Thankfully, that's a fight the citizens won. Now the citizens of Portsmouth get to decide.

while i agree

That this plant could be built with no impact on air or water quality, the question that begs to be asked is WHY. Why would anyone take 25 acres of deep draft terminal to build anything that is only going to produce 10 jobs? There are probably half that many security guards/ Port Police watching the place now. What is the benefit to Portsmouth? Who actually owns the land? Who is going to get the tax money (if any)? There are way too many questions to be answered about the business aspects of this deal before I would worry about the ecological impact to nearby neighborhoods. It seems Portsmouth is so desperate for anything they are willing to give away the Farm (see article on giving Bob Williams 5 acres for 203k).

sulfur-melting plant for Portsmouth?

How ironic! At a time when the city's Economic Development Authority seems to be trying to sell off every square foot of unused land to developers, somebody else wants to put a sulfur-melting plant within smell distance of them. Might this affect others' willingness to buy in Portsmouth?
For that matter, what will it mean to those who will use the tunnels and pay tolls to do so? Will they be willing to sit in line near a smelly sulfur-melting plant waiting to get their transponders zapped?

Usefull fact

According to the National Mining Association per capita sulfur consumtion is 86 pounds per year. Seems the stuff is either in everything or used to make or grow everything. Therefore we are all part of the problem.......if it really is a problem.

A few questions

If engineers have determined that the soil is not good enough to support rolls of paper for a former proposed warehouse what has changed that this facility can be built there? Are rolls of paper heavier than loaded containers that use to travel all over that same property at one time? Something smells fishy here or is it the sulfur?

Portsmouth..Home of Tolls, Foul Air and Water

Yeah, I bet there won't be any odor. Just like there was no odor in Franklin.
I was considering buying a fixer upper in Port Norfolk. Now, I must wait to see if this plant will be built. For the life of me I don’t understand why the folks in Port Norfolk aren’t letting their concerns be known. Their waterfront properties were ruined with an interstate system hugging the shore…..now, noxious odors. Nothing says “home” like the smell of rotten eggs.
Citizens of Norfolk…don’t think you won’t be affected. Do you think folks will flock to Town Point Park when the air is foul?
This is a very BAD idea for two old historic cities.

Everybody and I mean it

It's going to take everybody to pull off blocking this one, because its the big boys we will be dealing with. The plan is in place no doubt, the hands have been shaken, no doubt, so we have to be loud and in force and mass, whose in? Show up at city council meetings and load the room.

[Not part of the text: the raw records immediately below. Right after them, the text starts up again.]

def test_the_band_is_the_sd_of_the_line_among_the_visits_that_tell_of_it(solved):
    results, dense, _, orders, tares, _ = solved
    names = results.survey.readings.run.names
    stops = [visit[0].station for visit in dense.visits]
    again = [stops.count(one) > 1 for one in stops]
    for line in drift_lines(results):
        run, start = names[line.run], line.time[0]
        for first, last in spans_of(run, tares):
            own = [
                n for n, visit in enumerate(dense.visits)
                if visit[0].run == run and any(first <= row.time < last for row in visit)
            ]  # fmt: skip
            own = [n for n in own if again[n] or np.isfinite(dense.residual_sd[n])] or own
            weight = 1.0 / dense.variance[own]
            mean = sum(
                share * dense.functional({("station", dense.visits[n][0].station): 1.0})
                for n, share in zip(own, weight / weight.sum(), strict=True)
            )
            inside = np.flatnonzero((line.time >= first) & (line.time < last))
            for at in inside.tolist():
                terms = drift_terms(run, (line.time[at] - start) / HOUR, orders[run])
                for n, tare in enumerate(tares):
                    if tare.run == run and line.time[at] >= tare.time:
                        terms["tare", n] = 1.0
                row = mean + dense.functional(terms)
                assert_close(line.sd[at], np.sqrt(row @ dense.covariance @ row))


def test_mean_rate_and_its_sd(solved):
    results, dense, rows, orders, _, _ = solved
    names = results.survey.readings.run.names
    for line in drift_lines(results):
        run = names[line.run]
        times = [row.time for row in rows if row.run == run]
        length = (max(times) - min(times)) / HOUR
        if orders[run] == 0:
            assert line.rate == RATE and np.isnan(line.rate_sd)
            continue
        row = dense.functional({("drift", run, p): length ** (p - 1) for p in range(1, orders[run] + 1)})
        assert_close(line.rate * HOUR, row @ dense.estimate, tied=True)
        assert_close(line.rate_sd * HOUR, np.sqrt(row @ dense.covariance @ row))


def test_sizes_of_tares_and_their_sd(solved):
    results, dense, _, _, tares, _ = solved
    found = tares_in_force(results)
    assert [one.tare for one in found] == sorted(tares, key=lambda one: one.time)
    for one in found:
        n = tares.index(one.tare)
        assert results.survey.readings.run.names[one.run] == one.tare.run
        if one.tare.size is not None and one.tare.size_sd is None:
            assert one.size == one.tare.size and one.sd is None
            continue
        row = dense.functional({("tare", n): 1.0})
        assert_close(one.size, row @ dense.estimate)
        assert_close(one.sd, np.sqrt(row @ dense.covariance @ row))


def one_station(times, *, chance, per_stop=1):
    """Rows of a meter that stands at A again and again, and goes away between."""
    return [
        Row(time=t, reading=0.02 * MGAL * t / HOUR + 4 * UGAL * chance.standard_normal(), depth=0.0, station="A")
        for t in times
    ]


def test_at_one_station_the_band_is_that_of_a_line_fitted_through_points():
    times = np.array([0.0, 2.0, 3.5, 7.0, 8.0]) * HOUR
    meter = Instrument(name="A", reading_floor=3 * UGAL, reseating_sd=4 * UGAL, drift_rate_sd=1e3 * MGAL / HOUR)
    rows = one_station(times, chance=np.random.default_rng(5))
    results = reduce(made_case(rows, instruments=(meter,), noise="as_given", drift_order=1))
    (line,) = drift_lines(results)
    off = times - times.mean()
    textbook = 5 * UGAL * np.sqrt(1 / len(times) + (line.time - times.mean()) ** 2 / (off @ off))
    np.testing.assert_allclose(line.sd, textbook, rtol=1e-6)
    slope = off @ [row.reading for row in rows] / (off @ off)
    assert line.rate == pytest.approx(slope, rel=1e-6)
    assert line.rate_sd == pytest.approx(5 * UGAL / np.sqrt(off @ off), rel=1e-6)


def test_stations_read_once_do_not_narrow_the_band():
    """The base is read first and last: at both ends the band is as wide as the base's own bars."""
    stops = "ABCDEFGHA"
    rows = [
        Row(time=n * HOUR, reading=GRAVITY[stop] + n * UGAL, depth=DEPTH[stop], station=stop)
        for n, stop in enumerate(stops)
    ]
    meter = Instrument(name="A", reading_floor=3 * UGAL, reseating_sd=4 * UGAL, drift_rate_sd=1e3 * MGAL / HOUR)
    results = reduce(made_case(rows, instruments=(meter,), noise="as_given", drift_order=1))
    (line,) = drift_lines(results)
    assert line.sd[[0, -1]] == pytest.approx([5 * UGAL] * 2, rel=1e-6)
    assert line.sd[len(line.sd) // 2] == pytest.approx(5 * UGAL / np.sqrt(2), rel=1e-6)


def test_no_choice_of_the_datum_changes_line_and_band():
    rows, orders, *_ = scenario("two runs")
    runs = tuple(Run(name=run, drift_order=order) for run, order in orders.items())
    bands = []
    for changed in ({}, {"datum_station": "E"}, {"ties": {"B": (9.81, 900 * UGAL)}}):
        results = reduce(made_case(rows, instruments=(METER,), runs=runs, noise="as_given", **changed))
        bands.append([np.concatenate([one.drift, one.sd]) for one in drift_lines(results)])
    for other in bands[1:]:
        for got, wanted in zip(other, bands[0], strict=True):
            assert_close(got, wanted, tied=True)
    assert min(one[97:].min() for one in bands[0]) > 1 * UGAL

Harborfest and OPSAIL 12 changed to OPSMELL 2012

Portsmouth get ready for the exodus of the residents, taxpayers and businesses who can afford to move moving away from the smell. Same for Norfolk residents and businesses which are directly across the channel. The smell of rotting eggs will definitely be a boon to the Portsmouth and Norfolk's image - + for drawing tourists.

Sulfur is pretty inert

As a kid, I played on big piles of sulfur at Grand Isle, LA.

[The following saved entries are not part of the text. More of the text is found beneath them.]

def test_counts_feet_tables_in_subfolders_and_files_beside_go_along(tmp_path):
    toml = TOML.replace('"readings.csv"', '"field/day one.csv"\npath = "./path.csv"\nopenings = "field/voids.csv"')
    toml += '[instrument.A]\ncalibration = "field/table.csv"\n'
    source = written(tmp_path / "a", toml)
    (source / "field").mkdir()
    readings = READINGS.replace("[mGal]", "[counts]").replace(",4000.", ",1500.").replace(",4001.", ",1502.")
    (source / "readings.csv").rename(source / "field" / "day one.csv")
    (source / "field" / "day one.csv").write_text(readings)
    (source / "field" / "table.csv").write_text("counter [counts],gravity [mGal]\n1400,3000\n1600,3201\n")
    (source / "field" / "voids.csv").write_text("name,shape\n")
    (source / "path.csv").write_text("depth [ft],inclination [deg],azimuth [deg]\n0,0,0\n400,3,90\n")
    (source / "photo.jpg").write_bytes(bytes(range(256)))
    (source / ".hidden").write_text("x")
    case = acted(source, Exclude(rows=(1,), reason="lift"), Include(rows=(3,)))
    target = write_survey_copy(case, source, tmp_path / "b")
    assert set(differing(source / "field", target / "field")) == {"day one.csv"}
    assert (target / "photo.jpg").read_bytes() == bytes(range(256))
    assert (target / "field" / "voids.csv").exists() and not (target / ".hidden").exists()
    assert_same_numbers(case, target)


def test_a_copy_of_a_copy_says_each_reason_once(tmp_path):
    source = written(tmp_path / "a")
    first = write_survey_copy(acted(source, Exclude(rows=(0,), reason="lift")), source, tmp_path / "b")
    case = acted(first, Include(rows=(0,)), Exclude(rows=(0, 1), reason="lift"))
    second = write_survey_copy(case, first, tmp_path / "c")
    assert read_survey(second).readings.note[:2] == ('windy, "very"; lift', "lift")


@pytest.mark.parametrize(
    ("name", "told"),
    [
        ("a", "is the survey folder itself or lies inside it"),
        ("a/in/it", "is the survey folder itself or lies inside it"),
        ("full", "is there already and not empty; name a new folder, nothing is overwritten."),
        ("file", "is a file; name a new folder"),
        ("file/below", "cannot be"),
    ],
)
def test_targets_that_cannot_serve(tmp_path, name, told):
    source = written(tmp_path / "a")
    (tmp_path / "full").mkdir()
    (tmp_path / "full" / "x").write_text("x")
    (tmp_path / "file").write_text("x")
    with pytest.raises((UnfitTarget, OSError)) as caught:
        write_survey_copy(acted(source), source, tmp_path / name)
    if isinstance(caught.value, UnfitTarget):
        assert told in str(caught.value)
    assert sorted(os.listdir(tmp_path)) == ["a", "file", "full"]
    assert sorted(os.listdir(source)) == ["readings.csv", "survey.toml"]


def test_an_empty_folder_serves_and_keeps_its_place(tmp_path):
    source = written(tmp_path / "a")
    (tmp_path / "b").mkdir()
    write_survey_copy(acted(source), source / "survey.toml", tmp_path / "b")
    assert differing(source, tmp_path / "b") == {}
    assert (tmp_path / "b").stat().st_mode == source.stat().st_mode


def test_a_source_that_has_changed_since_is_not_copied(tmp_path):
    source = written(tmp_path / "a")
    case = acted(source, Exclude(rows=(0,), reason="lift"))
    (source / "readings.csv").write_text(READINGS.replace("4000.010", "4000.011"))
    with pytest.raises(CopyRefused, match="^readings.csv has changed since the survey was read. Open the survey again"):
        write_survey_copy(case, source, tmp_path / "b")
    (source / "readings.csv").unlink()
    with pytest.raises(CopyRefused, match="^readings.csv cannot be copied: found no such file."):
        write_survey_copy(case, source, tmp_path / "b")
    assert os.listdir(tmp_path) == ["a"]


def test_a_copy_that_would_not_say_the_same_is_not_written(tmp_path, monkeypatch):
    source = written(tmp_path / "a")
    case = acted(source, Exclude(rows=(0,), reason="lift"))
    monkeypatch.setattr(module, "edited_readings", lambda data, **_: data)
    with pytest.raises(CopyRefused, match=r"^The copy would not say the same \(readings, use, readings, note\)"):
        write_survey_copy(case, source, tmp_path / "b")
    monkeypatch.setattr(module, "edited_readings", lambda data, **_: data.replace(b"4000.010", b"x"))
    with pytest.raises(CopyRefused, match="^The survey cannot be written as a folder that can be read: readings.csv"):
        write_survey_copy(case, source, tmp_path / "b")
    assert os.listdir(tmp_path) == ["a"]


def test_a_disk_that_refuses_leaves_nothing_behind(tmp_path, monkeypatch):
    source = written(tmp_path / "a")
    case = acted(source, Exclude(rows=(0,), reason="lift"))

    def refuse(*_):
        raise OSError(28, "No space left on device")

    for name in ("rename", "fsync"):
        with monkeypatch.context() as patch:
            patch.setattr(module.os, name, refuse)
            with pytest.raises(OSError, match="No space left"):
                write_survey_copy(case, source, tmp_path / "b")
        assert os.listdir(tmp_path) == ["a"]


def test_cells_are_found_between_commas_and_quotes():
    line = ' a ,"b, ""c""" , ,"",d'
    assert [line[start:end] for start, end in cell_spans(line)] == [" a ", '"b, ""c""" ', " ", '""', "d"]
    assert edited_readings(b"time,reading [mGal]\n1,2\n3,4", uses={1: "no"}, notes={}) == (
        b"time,reading [mGal],use\n1,2,\n3,4,no"
    )


def test_every_setting_is_written_so_that_it_is_read_back():
    chance = np.random.default_rng(5)
    for key in KEYS.values():
        if key.factor is None:
            continue
        for number in (*chance.uniform(0.0, 10.0, 200).tolist(), 0.0, 1 / 3, 50.0):
            value = number * key.factor
            assert exact_number(value, key.factor) * key.factor == value
    assert exact_number(Recipe().datum_sd, KEYS["datum_sd"].factor) == 50.0
    assert exact_number(0.03, 1.0) == 0.03


@pytest.mark.parametrize(
    ("seconds", "text"),
    [
        (831211920.0, "2026-05-04T12:12:00Z"),
        (831211920.25, "2026-05-04T12:12:00.25Z"),
        (831211920.3, "2026-05-04T12:12:00.3Z"),
        (-0.5, "1999-12-31T23:59:59.5Z"),
        (86399.9999999, "2000-01-01T23:59:59.9999999Z"),
    ],
)
def test_times_are_written_as_short_as_they_are_read_back(seconds, text):
    assert exact_time(seconds) == text
    assert times_of([text]).values[0] == seconds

Sulfur is inert and insoluble in is elemental state. Oxides of sulfur dissolve into acids, but they're going to be melting it, not burning it. This is how sulfur is normally handled. It is generally melted using steam and then pumped like any liquid through pipelines. In this case it will be loaded onto ships in its molten state, which is why the facility will be located at the port.

At Grand Isle, LA, there is a large, offshore sulfur mine which brought molten sulfur to shore by pipeline to cool. It was a good neighbor.

I would much rather live by a sulfur loading facility than the coal docks we already have.